**Aim of the exercise**
Could you copy every line in the listing below that has the word "lower"?

**Data in this exercise**
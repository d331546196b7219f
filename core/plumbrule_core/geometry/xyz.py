"""XYZ: a count, a comment, then one line an atom in angstrom; frames follow one another.

A comment may state `charge=1 multiplicity=2`, and may name its columns (`Properties=species:S:1:pos:R:3`).
"""

import re

from plumbrule_core.documents.species import Atom, Species
from plumbrule_core.geometry.draft import Draft, Faulty, atom_of, check_size, isotope_notes
from plumbrule_core.geometry.stated import comment_for, stated, title_in

SUFFIXES = (".xyz",)
NAME = "XYZ"


def recognises(text: str) -> bool:
    """Whether the first line is a bare count."""
    first = text.lstrip().split("\n", 1)[0].strip()
    return first.isascii() and first.isdigit()


def read(text: str) -> tuple[Draft, ...]:
    """All frames; raises Unreadable with every faulty line."""
    lines = text.rstrip().split("\n")
    faults = Faulty()
    drafts: list[Draft] = []
    at = _next_filled(lines, 0)
    while at < len(lines):
        count = _count(lines, at, faults)
        if count is None:
            break
        drafts.append(_frame(lines, at, count, faults))
        at = _next_filled(lines, at + 2 + count)
    faults.refuse()
    return tuple(drafts)


def write(species: Species) -> str:
    """One frame, coordinates in angstrom to eight decimals."""
    comment = comment_for(species.charge, species.multiplicity, species.name)
    rows = [f"{a.symbol:<2} {a.x:16.8f} {a.y:16.8f} {a.z:16.8f}" for a in species.atoms]
    return "\n".join([str(len(rows)), comment, *rows]) + "\n"


def _next_filled(lines: list[str], at: int) -> int:
    while at < len(lines) and not lines[at].strip():
        at += 1
    return at


def _count(lines: list[str], at: int, faults: Faulty) -> int | None:
    said = lines[at].strip()
    if not (said.isascii() and said.isdigit()) or int(said[:9]) == 0:
        earlier = " (or the count above is too small)" if at else ""
        faults.add(at + 1, f"the number of atoms should stand here, not '{said[:40]}'{earlier}")
        return None
    count = int(said[:9])
    check_size(count)
    left = len(lines) - at - 2
    if left < count:
        faults.add(
            at + 1, f"{count} atoms are announced, but the file ends after {max(left, 0)} lines of them"
        )
        return None
    return count


def _frame(lines: list[str], at: int, count: int, faults: Faulty) -> Draft:
    comment = lines[at + 1]
    said: dict[str, int] = {}
    try:
        said = stated(comment)
    except ValueError as error:
        faults.add(at + 2, str(error))
    label, position = _columns(comment)
    atoms: list[Atom] = []
    labels: list[str] = []
    for number, line in enumerate(lines[at + 2 : at + 2 + count], start=at + 3):
        fields = line.split()
        fields = fields[label : label + 1] + fields[position : position + 3]
        try:
            atoms.append(atom_of(fields))
            labels.append(fields[0])
        except ValueError as error:
            faults.add(number, f"{error} (atom {number - at - 2} of {count})")
    cell = ("its periodic cell left out",) if re.search(r"(?i)\blattice\s*=", comment) else ()
    return Draft(
        atoms=tuple(atoms),
        charge=said.get("charge"),
        multiplicity=said.get("multiplicity"),
        title=title_in(comment),
        notes=isotope_notes(labels) + cell,
    )


def _columns(comment: str) -> tuple[int, int]:
    """Where the label and the first coordinate stand in a line, from 0."""
    match = re.search(r"(?i)\bproperties\s*=\s*\"?([\w:]+)", comment)
    parts = match[1].split(":") if match else []
    place, start = 0, {"species": 0, "pos": 1}
    for name, _, width in zip(parts[::3], parts[1::3], parts[2::3], strict=False):
        start[name.lower()] = place
        place += int(width[:3]) if width.isdigit() else 1
    return start["species"], start["pos"]
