"""`charge=1 multiplicity=2` in a comment line: read, written, and taken out of a title."""

import re

_STATED = re.compile(r"(?i)(?<![\w.])(charge|multiplicity)\s*=\s*\"?([^\s,;\"]*)\"?[,;]?")
_WHOLE = re.compile(r"([+-]?)(\d{1,4})(?:\.0*)?([+-]?)")
LONGEST_COMMENT = 2000
"""Characters in which a title is looked for."""
_ANY_KEY = re.compile(r"[\w.:-]+=(?:\"[^\"]*\"|'[^']*'|\{[^}]*\}|\S*)")


def stated(comment: str) -> dict[str, int]:
    """The charge and multiplicity that a comment states, the first of each.

    Raises ValueError with a sentence.
    """
    found: dict[str, int] = {}
    for key, value in _STATED.findall(comment):
        found.setdefault(key.lower(), _whole(key.lower(), value))
    return found


def _whole(key: str, text: str) -> int:
    match = _WHOLE.fullmatch(text)
    if match is None or (match[1] and match[3]):
        raise ValueError(f"{key}={text[:20]} is not a whole number; {key}=1 is")
    value = int(match[2]) * (-1 if "-" in (match[1], match[3]) else 1)
    low, high = (-20, 20) if key == "charge" else (1, 40)
    if not low <= value <= high:
        raise ValueError(f"{key}={value} cannot be; it lies between {low} and {high}")
    return value


def comment_for(charge: int, multiplicity: int, title: str) -> str:
    """The comment line that says the charge and multiplicity first, then the title."""
    return f"charge={charge} multiplicity={multiplicity} {one_line(title)}".rstrip()


def title_in(comment: str) -> str:
    """What is left of a comment without its `key=value` pairs, on one line."""
    return one_line(_ANY_KEY.sub(" ", _STATED.sub(" ", comment[:LONGEST_COMMENT])))


def one_line(text: str) -> str:
    """Text without control characters, its blanks run together."""
    return " ".join("".join(c if c.isprintable() else " " for c in text).split())
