"""Geometries: read from files and pasted text, written, and looked over before a run (`geometry.shape`)."""

from plumbrule_core.geometry.reading import from_smiles, read_file, read_text, write

__all__ = ["from_smiles", "read_file", "read_text", "write"]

**Completed task**
        start[name.lower()] = place
        found.setdefault(key.lower(), _whole(key.lower(), value))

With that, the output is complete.